→ Task statement: Give every line of the records exactly, please, from the first up to and including the one containing "if (present.length &&".

→ Records for the exercise:
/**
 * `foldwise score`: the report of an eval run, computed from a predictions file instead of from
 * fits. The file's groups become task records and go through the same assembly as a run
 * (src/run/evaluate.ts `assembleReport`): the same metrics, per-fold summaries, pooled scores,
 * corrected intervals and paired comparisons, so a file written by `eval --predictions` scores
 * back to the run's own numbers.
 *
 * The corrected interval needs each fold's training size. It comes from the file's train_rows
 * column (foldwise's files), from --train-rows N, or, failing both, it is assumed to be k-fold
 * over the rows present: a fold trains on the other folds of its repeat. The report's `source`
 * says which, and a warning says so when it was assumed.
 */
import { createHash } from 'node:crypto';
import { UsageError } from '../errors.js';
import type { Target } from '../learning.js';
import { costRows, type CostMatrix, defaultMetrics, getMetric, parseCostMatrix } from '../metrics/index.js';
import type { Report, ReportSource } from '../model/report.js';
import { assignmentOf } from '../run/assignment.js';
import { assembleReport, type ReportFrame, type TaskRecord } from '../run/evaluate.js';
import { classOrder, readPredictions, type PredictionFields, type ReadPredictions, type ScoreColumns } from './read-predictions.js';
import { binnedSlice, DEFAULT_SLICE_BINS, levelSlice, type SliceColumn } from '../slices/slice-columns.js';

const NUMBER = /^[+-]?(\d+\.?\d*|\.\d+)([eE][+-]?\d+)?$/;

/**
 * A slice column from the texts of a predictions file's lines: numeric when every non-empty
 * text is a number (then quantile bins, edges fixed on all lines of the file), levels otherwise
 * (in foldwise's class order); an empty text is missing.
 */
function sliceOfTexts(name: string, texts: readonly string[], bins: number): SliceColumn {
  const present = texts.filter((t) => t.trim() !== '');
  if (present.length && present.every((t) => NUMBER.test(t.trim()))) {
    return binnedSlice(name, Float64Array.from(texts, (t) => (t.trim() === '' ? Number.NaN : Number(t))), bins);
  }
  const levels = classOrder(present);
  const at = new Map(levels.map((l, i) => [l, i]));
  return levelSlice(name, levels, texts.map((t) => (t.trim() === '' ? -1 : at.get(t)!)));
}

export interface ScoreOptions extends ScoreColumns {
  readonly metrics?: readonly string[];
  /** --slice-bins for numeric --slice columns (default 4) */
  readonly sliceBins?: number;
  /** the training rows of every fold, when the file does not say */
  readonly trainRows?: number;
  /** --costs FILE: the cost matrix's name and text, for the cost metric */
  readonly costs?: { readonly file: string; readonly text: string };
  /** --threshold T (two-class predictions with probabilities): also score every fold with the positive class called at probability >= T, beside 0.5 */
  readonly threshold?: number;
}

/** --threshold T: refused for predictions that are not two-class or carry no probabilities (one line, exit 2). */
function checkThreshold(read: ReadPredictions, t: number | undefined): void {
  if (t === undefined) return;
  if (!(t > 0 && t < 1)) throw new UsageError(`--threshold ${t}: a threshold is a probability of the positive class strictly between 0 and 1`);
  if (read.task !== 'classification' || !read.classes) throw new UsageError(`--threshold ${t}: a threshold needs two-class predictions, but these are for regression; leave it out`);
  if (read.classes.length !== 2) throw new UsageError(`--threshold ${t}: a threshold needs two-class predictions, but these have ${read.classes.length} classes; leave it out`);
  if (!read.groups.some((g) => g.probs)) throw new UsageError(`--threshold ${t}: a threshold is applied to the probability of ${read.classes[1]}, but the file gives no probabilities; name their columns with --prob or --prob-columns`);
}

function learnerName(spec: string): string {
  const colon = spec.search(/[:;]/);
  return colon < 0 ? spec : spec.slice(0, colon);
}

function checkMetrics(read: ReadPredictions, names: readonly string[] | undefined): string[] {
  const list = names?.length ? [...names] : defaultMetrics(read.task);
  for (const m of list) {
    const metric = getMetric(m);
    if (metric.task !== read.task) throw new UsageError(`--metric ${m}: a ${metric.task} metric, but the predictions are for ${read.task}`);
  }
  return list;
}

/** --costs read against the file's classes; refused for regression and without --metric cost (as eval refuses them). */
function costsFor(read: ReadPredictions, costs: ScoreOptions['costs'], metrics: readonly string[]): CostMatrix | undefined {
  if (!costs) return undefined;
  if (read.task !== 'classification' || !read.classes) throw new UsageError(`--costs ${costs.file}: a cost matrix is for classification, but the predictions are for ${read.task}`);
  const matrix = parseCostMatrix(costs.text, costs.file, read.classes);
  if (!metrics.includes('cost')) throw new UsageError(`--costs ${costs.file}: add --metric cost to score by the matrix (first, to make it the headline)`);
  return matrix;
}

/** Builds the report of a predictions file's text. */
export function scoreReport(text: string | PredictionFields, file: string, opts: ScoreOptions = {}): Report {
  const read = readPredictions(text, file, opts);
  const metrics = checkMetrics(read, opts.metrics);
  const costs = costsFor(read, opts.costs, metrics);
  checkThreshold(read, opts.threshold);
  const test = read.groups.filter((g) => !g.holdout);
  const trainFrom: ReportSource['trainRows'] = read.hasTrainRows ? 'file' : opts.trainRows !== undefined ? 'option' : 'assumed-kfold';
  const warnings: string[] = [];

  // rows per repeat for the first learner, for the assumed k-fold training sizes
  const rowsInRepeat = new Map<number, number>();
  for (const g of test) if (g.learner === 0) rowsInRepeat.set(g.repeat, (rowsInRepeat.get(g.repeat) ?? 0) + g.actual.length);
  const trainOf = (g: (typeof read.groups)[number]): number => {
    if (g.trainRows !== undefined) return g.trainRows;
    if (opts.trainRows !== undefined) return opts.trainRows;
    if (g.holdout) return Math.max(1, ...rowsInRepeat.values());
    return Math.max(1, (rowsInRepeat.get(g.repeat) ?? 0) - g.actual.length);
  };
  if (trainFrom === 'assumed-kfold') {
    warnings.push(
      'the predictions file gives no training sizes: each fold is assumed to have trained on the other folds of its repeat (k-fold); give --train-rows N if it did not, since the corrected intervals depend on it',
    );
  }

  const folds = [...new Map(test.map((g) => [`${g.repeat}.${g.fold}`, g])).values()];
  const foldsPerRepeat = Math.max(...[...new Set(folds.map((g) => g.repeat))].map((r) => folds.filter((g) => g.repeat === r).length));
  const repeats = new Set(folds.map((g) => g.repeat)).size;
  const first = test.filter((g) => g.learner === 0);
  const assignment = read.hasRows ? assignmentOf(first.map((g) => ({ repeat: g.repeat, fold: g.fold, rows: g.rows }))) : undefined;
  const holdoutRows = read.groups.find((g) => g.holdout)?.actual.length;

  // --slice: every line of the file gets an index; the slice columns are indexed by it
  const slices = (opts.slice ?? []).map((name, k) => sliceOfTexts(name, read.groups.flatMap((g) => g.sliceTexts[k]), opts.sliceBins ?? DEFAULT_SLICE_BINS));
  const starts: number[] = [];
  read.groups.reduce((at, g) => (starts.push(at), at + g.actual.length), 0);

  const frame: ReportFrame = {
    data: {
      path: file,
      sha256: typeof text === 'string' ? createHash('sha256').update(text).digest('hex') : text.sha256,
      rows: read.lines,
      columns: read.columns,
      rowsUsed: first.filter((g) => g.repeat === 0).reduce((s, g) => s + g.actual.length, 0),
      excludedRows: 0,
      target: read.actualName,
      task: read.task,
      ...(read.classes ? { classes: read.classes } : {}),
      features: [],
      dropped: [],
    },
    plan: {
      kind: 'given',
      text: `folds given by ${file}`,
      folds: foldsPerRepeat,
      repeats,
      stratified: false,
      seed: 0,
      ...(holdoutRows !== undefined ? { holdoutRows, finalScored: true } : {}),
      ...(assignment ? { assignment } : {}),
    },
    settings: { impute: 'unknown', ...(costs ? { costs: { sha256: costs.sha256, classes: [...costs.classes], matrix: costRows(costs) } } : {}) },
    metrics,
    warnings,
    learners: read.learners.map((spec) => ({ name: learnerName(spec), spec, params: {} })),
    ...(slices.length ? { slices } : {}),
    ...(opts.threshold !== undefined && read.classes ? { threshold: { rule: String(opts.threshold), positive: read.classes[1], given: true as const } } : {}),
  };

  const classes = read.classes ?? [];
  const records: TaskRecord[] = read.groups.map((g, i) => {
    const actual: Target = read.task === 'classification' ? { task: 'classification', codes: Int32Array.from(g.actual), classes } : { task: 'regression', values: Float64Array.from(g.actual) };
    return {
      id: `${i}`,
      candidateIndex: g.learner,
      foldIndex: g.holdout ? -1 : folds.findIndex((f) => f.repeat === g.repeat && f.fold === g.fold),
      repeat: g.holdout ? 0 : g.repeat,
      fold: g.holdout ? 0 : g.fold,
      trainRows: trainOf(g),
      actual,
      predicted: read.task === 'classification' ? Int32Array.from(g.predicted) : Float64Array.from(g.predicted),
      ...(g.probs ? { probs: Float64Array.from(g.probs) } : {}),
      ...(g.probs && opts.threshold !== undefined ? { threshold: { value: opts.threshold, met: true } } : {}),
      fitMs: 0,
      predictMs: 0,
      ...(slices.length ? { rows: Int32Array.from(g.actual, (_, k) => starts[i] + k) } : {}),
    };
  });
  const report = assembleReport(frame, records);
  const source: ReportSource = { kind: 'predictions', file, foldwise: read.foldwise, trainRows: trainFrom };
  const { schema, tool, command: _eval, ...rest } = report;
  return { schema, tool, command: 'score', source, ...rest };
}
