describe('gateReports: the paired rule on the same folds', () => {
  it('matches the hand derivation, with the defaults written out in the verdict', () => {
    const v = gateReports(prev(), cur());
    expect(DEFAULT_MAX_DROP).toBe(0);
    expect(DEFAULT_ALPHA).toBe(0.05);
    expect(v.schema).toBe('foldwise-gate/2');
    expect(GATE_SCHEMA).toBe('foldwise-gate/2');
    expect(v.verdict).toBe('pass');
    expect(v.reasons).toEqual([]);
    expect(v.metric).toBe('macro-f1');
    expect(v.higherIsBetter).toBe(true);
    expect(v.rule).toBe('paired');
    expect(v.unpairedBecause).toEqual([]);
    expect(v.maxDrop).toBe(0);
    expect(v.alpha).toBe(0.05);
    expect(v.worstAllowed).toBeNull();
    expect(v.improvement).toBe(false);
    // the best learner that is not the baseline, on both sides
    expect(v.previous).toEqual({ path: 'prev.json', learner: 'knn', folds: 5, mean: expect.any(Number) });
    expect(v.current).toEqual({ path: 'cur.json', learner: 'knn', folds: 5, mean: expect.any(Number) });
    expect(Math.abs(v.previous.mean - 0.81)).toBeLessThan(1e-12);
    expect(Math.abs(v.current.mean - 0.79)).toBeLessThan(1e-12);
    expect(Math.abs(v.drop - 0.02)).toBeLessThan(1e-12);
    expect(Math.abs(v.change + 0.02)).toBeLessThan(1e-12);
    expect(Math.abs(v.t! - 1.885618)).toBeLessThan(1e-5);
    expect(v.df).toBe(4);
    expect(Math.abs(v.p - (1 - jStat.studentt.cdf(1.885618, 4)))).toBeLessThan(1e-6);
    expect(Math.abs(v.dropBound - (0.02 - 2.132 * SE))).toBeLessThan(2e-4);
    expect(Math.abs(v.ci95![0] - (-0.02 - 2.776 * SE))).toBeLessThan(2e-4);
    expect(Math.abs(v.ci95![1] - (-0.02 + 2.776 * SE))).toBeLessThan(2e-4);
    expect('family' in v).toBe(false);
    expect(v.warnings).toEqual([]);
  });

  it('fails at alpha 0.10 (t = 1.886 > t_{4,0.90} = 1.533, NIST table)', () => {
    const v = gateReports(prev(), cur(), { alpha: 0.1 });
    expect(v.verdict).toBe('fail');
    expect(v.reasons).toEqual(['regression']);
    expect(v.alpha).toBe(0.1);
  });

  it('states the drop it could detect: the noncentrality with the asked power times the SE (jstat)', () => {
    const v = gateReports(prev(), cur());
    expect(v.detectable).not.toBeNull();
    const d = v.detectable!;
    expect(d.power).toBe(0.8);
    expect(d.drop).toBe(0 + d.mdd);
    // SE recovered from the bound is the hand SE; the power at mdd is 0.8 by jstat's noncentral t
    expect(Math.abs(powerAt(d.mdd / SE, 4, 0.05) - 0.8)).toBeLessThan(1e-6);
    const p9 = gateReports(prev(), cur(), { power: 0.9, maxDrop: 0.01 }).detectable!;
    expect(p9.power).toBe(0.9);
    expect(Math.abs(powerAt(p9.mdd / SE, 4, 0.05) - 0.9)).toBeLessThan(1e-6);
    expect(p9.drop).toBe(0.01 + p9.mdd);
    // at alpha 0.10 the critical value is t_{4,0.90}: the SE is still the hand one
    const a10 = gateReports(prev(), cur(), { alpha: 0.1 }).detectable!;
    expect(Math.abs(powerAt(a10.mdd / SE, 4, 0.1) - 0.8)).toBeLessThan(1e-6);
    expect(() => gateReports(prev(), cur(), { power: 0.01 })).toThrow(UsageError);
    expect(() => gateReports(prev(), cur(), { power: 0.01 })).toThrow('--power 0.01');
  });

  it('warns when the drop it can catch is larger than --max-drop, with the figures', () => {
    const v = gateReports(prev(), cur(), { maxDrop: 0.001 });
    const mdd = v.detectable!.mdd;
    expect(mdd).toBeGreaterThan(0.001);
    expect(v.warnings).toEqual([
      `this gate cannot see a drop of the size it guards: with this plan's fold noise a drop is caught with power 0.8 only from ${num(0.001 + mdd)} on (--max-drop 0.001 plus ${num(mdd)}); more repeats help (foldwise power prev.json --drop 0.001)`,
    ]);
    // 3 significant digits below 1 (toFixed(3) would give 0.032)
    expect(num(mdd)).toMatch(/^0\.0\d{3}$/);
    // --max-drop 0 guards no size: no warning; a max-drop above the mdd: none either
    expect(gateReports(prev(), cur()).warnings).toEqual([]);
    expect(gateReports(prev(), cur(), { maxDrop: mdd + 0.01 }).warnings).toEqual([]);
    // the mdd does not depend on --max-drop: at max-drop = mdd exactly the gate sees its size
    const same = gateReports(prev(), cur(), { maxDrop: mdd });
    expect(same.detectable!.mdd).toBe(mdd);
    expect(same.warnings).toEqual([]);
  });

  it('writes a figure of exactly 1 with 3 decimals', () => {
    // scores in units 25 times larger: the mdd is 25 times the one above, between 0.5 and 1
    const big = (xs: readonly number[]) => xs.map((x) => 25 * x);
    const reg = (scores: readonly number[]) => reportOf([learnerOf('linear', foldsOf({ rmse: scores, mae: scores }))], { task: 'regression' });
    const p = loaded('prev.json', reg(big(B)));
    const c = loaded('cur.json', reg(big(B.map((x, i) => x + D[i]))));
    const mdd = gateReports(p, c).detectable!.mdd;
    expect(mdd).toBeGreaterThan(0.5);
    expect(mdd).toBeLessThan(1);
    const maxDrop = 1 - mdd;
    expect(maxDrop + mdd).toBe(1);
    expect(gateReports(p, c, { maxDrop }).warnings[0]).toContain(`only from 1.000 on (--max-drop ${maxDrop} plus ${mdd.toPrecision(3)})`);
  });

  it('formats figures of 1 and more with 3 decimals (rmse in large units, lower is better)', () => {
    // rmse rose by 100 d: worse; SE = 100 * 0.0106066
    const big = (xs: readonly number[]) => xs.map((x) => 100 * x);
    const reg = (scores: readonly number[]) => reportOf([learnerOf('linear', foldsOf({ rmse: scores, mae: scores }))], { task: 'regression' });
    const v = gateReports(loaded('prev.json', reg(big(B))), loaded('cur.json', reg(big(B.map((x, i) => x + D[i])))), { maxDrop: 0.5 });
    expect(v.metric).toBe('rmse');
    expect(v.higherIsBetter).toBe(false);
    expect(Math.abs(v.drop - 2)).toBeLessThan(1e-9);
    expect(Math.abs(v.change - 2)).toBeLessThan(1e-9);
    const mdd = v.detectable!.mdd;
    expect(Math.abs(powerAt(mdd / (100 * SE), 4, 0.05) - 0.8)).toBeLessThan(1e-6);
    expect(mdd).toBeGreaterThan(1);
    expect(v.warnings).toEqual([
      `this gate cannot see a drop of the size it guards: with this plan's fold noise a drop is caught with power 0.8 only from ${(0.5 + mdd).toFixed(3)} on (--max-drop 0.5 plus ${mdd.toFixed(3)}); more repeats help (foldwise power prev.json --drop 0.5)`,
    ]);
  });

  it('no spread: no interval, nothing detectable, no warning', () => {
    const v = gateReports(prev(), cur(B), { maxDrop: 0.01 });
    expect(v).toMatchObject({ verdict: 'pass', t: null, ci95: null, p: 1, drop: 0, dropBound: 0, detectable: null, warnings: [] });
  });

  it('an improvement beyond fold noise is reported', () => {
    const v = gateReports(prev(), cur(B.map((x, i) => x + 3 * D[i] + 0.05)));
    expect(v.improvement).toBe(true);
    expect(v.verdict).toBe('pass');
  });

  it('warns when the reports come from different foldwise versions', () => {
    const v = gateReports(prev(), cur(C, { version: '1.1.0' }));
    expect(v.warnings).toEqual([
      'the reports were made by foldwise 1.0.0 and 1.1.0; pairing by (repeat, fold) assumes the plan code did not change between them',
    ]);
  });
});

→ Response below:
/**
 * `foldwise score`: the report of an eval run, computed from a predictions file instead of from
 * fits. The file's groups become task records and go through the same assembly as a run
 * (src/run/evaluate.ts `assembleReport`): the same metrics, per-fold summaries, pooled scores,
 * corrected intervals and paired comparisons, so a file written by `eval --predictions` scores
 * back to the run's own numbers.
 *
 * The corrected interval needs each fold's training size. It comes from the file's train_rows
 * column (foldwise's files), from --train-rows N, or, failing both, it is assumed to be k-fold
 * over the rows present: a fold trains on the other folds of its repeat. The report's `source`
 * says which, and a warning says so when it was assumed.
 */
import { createHash } from 'node:crypto';
import { UsageError } from '../errors.js';
import type { Target } from '../learning.js';
import { costRows, type CostMatrix, defaultMetrics, getMetric, parseCostMatrix } from '../metrics/index.js';
import type { Report, ReportSource } from '../model/report.js';
import { assignmentOf } from '../run/assignment.js';
import { assembleReport, type ReportFrame, type TaskRecord } from '../run/evaluate.js';
import { classOrder, readPredictions, type PredictionFields, type ReadPredictions, type ScoreColumns } from './read-predictions.js';
import { binnedSlice, DEFAULT_SLICE_BINS, levelSlice, type SliceColumn } from '../slices/slice-columns.js';

const NUMBER = /^[+-]?(\d+\.?\d*|\.\d+)([eE][+-]?\d+)?$/;

/**
 * A slice column from the texts of a predictions file's lines: numeric when every non-empty
 * text is a number (then quantile bins, edges fixed on all lines of the file), levels otherwise
 * (in foldwise's class order); an empty text is missing.
 */
function sliceOfTexts(name: string, texts: readonly string[], bins: number): SliceColumn {
  const present = texts.filter((t) => t.trim() !== '');
  if (present.length && present.every((t) => NUMBER.test(t.trim()))) {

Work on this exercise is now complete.